──────── INPUT DATA

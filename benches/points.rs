//! Per-point costs on a 32-field array with six term families
//! (`benches/models/array32.toml`): building V and computing every
//! dimension (what `dims` and every scan point do first), and one full
//! second-order flow without the pairs closure (with it, the default, it
//! is a `target:` bench below).
//!
//! The filling-1/3 demo (`flows/laughlin_third.toml`) as an infinite array
//! (q-space, refined quadrature) against a periodic array of 64 wires, by
//! the dense path (128 fields) and by the q-space path on its 64 points:
//! V and every dimension at one point.
//!
//! `pinflow edges` on a four-wire open array with a non-diagonal 4 x 4
//! cell pinned wire by wire (`tests/reference/edges_nondiagonal_cell.toml`):
//! the pinned set, the strip and both one-wire windows. Its 8 x 8 strip
//! form once made the readable reduction cycle (about 9 s).
//!
//! One flow of the infinite-array demo (`flows/sliding_array.toml`),
//! including its quadrature check.
//!
//! Issue 15's targets (`target:` benches, read by `benches/ratios.sh`): one
//! flow of the 32-field array as a periodic ring (q-space) and as an open
//! strip (dense D), and of the filling-1/3 demo on a 16-wire ring and as an
//! infinite array (32 quadrature points, with its check on 16), each also
//! with the per-channel reference right-hand side the matrix products
//! replaced. `integrator:` benches compare the flow's own DOP853
//! (`pinflow::math::dop853`) with `ode_solvers`' two methods.
//! Both measure the thread's CPU time, not wall time (see [`ThreadCpu`]).
//!
//! The exact inverse of K (`exact inverse:` benches): an explicit model's
//! K of 1024 fields (512 spinless wires, K = diag(1, -1) per wire) block by
//! block (`bareiss::det_and_inverse`), and 128 fields both ways (the whole
//! matrix by fraction-free elimination, `bareiss::dense_det_and_inverse`, takes about
//! 4 s at 256 fields and grows as n^3).
//!
//! Run: `cargo bench --bench points` (only the targets: `cargo bench
//! --bench points -- target`).

use std::path::Path;

use std::time::Duration;

use criterion::measurement::{Measurement, ValueFormatter, WallTime};
use criterion::{criterion_group, criterion_main, Criterion};
use pinflow::core::system::System;
use pinflow::edges::{analyse, pins};
use pinflow::flow::background::DenseRoute;
use pinflow::flow::{Closure, Flow, FlowOptions};
use pinflow::model::Model;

────────────────

Please return the lines above that run from the line containing "One flow of" to the line containing "an explicit model's", inclusive, exactly and with no other lines.

**SOLUTION TO THE PROBLEM**
//! One flow of the infinite-array demo (`flows/sliding_array.toml`),
//! including its quadrature check.
//!
//! Issue 15's targets (`target:` benches, read by `benches/ratios.sh`): one
//! flow of the 32-field array as a periodic ring (q-space) and as an open
//! strip (dense D), and of the filling-1/3 demo on a 16-wire ring and as an
//! infinite array (32 quadrature points, with its check on 16), each also
//! with the per-channel reference right-hand side the matrix products
//! replaced. `integrator:` benches compare the flow's own DOP853
//! (`pinflow::math::dop853`) with `ode_solvers`' two methods.
//! Both measure the thread's CPU time, not wall time (see [`ThreadCpu`]).
//!
//! The exact inverse of K (`exact inverse:` benches): an explicit model's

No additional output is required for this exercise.